#### Exercise prompt
Having found the line that contains "if (c >= 0xF0", please retype only it and every line after it up to the end of the entries, exactly as written.

#### Records for the exercise
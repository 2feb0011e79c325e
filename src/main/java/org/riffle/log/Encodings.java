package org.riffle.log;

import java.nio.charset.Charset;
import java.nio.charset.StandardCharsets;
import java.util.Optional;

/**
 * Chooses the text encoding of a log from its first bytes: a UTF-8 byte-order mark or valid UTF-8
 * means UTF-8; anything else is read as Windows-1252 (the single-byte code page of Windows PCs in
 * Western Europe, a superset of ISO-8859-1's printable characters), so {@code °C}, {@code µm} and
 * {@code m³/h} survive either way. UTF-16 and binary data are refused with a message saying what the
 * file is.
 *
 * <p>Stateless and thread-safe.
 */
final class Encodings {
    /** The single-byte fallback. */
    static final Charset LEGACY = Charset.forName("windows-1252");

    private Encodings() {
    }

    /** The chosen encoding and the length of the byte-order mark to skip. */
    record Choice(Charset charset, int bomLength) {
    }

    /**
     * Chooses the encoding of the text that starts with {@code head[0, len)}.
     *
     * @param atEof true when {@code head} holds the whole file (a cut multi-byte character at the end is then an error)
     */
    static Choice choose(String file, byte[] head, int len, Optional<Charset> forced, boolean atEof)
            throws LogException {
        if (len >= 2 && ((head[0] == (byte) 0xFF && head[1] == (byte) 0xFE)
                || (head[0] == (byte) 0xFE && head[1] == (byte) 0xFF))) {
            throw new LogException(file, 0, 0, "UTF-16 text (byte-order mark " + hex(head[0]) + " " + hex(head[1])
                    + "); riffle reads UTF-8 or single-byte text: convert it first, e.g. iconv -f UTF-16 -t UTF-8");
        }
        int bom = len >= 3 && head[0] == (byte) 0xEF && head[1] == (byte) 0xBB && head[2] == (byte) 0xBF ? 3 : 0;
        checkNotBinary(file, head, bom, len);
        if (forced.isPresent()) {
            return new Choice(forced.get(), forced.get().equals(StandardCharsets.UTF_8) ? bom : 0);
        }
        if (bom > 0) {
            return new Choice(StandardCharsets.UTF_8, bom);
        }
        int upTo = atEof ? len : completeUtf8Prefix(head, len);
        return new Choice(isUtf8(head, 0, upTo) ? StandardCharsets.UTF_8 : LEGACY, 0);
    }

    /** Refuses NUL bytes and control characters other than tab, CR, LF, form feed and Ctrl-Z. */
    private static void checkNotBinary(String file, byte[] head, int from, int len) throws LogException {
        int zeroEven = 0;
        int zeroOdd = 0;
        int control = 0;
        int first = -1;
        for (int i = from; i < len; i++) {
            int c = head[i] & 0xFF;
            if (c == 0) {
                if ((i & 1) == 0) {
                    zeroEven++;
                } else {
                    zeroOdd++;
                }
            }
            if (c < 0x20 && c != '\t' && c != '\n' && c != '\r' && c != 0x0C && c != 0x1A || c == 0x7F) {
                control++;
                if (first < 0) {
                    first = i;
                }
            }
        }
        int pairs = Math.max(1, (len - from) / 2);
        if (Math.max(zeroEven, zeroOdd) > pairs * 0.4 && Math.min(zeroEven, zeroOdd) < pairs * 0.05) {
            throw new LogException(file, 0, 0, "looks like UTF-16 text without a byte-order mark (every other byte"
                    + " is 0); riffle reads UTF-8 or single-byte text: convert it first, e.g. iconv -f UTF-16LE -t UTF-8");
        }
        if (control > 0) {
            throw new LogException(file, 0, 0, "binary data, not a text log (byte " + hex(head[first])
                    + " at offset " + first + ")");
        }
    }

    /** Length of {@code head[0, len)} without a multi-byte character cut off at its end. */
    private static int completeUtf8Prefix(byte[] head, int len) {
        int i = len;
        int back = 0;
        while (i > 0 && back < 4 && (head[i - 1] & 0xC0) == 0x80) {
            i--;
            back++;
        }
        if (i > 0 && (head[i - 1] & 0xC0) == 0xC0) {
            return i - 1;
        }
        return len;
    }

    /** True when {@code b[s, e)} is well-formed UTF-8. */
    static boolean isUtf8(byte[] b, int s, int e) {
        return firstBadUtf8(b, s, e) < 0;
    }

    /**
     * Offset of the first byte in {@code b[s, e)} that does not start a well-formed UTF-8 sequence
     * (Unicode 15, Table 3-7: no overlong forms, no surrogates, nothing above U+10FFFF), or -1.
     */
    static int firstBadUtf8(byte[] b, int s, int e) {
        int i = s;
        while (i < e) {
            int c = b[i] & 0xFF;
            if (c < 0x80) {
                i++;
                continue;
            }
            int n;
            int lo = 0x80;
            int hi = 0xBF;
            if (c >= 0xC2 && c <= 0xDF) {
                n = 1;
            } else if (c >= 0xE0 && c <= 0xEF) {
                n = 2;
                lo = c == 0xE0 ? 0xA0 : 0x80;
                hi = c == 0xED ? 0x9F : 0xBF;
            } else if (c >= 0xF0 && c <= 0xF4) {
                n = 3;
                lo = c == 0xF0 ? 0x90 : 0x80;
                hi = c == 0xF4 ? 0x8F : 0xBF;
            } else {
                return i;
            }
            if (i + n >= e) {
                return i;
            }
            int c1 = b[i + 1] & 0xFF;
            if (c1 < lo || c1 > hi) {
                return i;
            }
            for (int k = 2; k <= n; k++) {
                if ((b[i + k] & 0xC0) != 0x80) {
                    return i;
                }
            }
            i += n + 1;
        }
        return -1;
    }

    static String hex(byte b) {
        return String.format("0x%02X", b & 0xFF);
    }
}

#### Solution to this exercise
            } else if (c >= 0xF0 && c <= 0xF4) {
                n = 3;
                lo = c == 0xF0 ? 0x90 : 0x80;
                hi = c == 0xF4 ? 0x8F : 0xBF;
            } else {
                return i;
            }
            if (i + n >= e) {
                return i;
            }
            int c1 = b[i + 1] & 0xFF;
            if (c1 < lo || c1 > hi) {
                return i;
            }
            for (int k = 2; k <= n; k++) {
                if ((b[i + k] & 0xC0) != 0x80) {
                    return i;
                }
            }
            i += n + 1;
        }
        return -1;
    }

    static String hex(byte b) {
        return String.format("0x%02X", b & 0xFF);
    }
}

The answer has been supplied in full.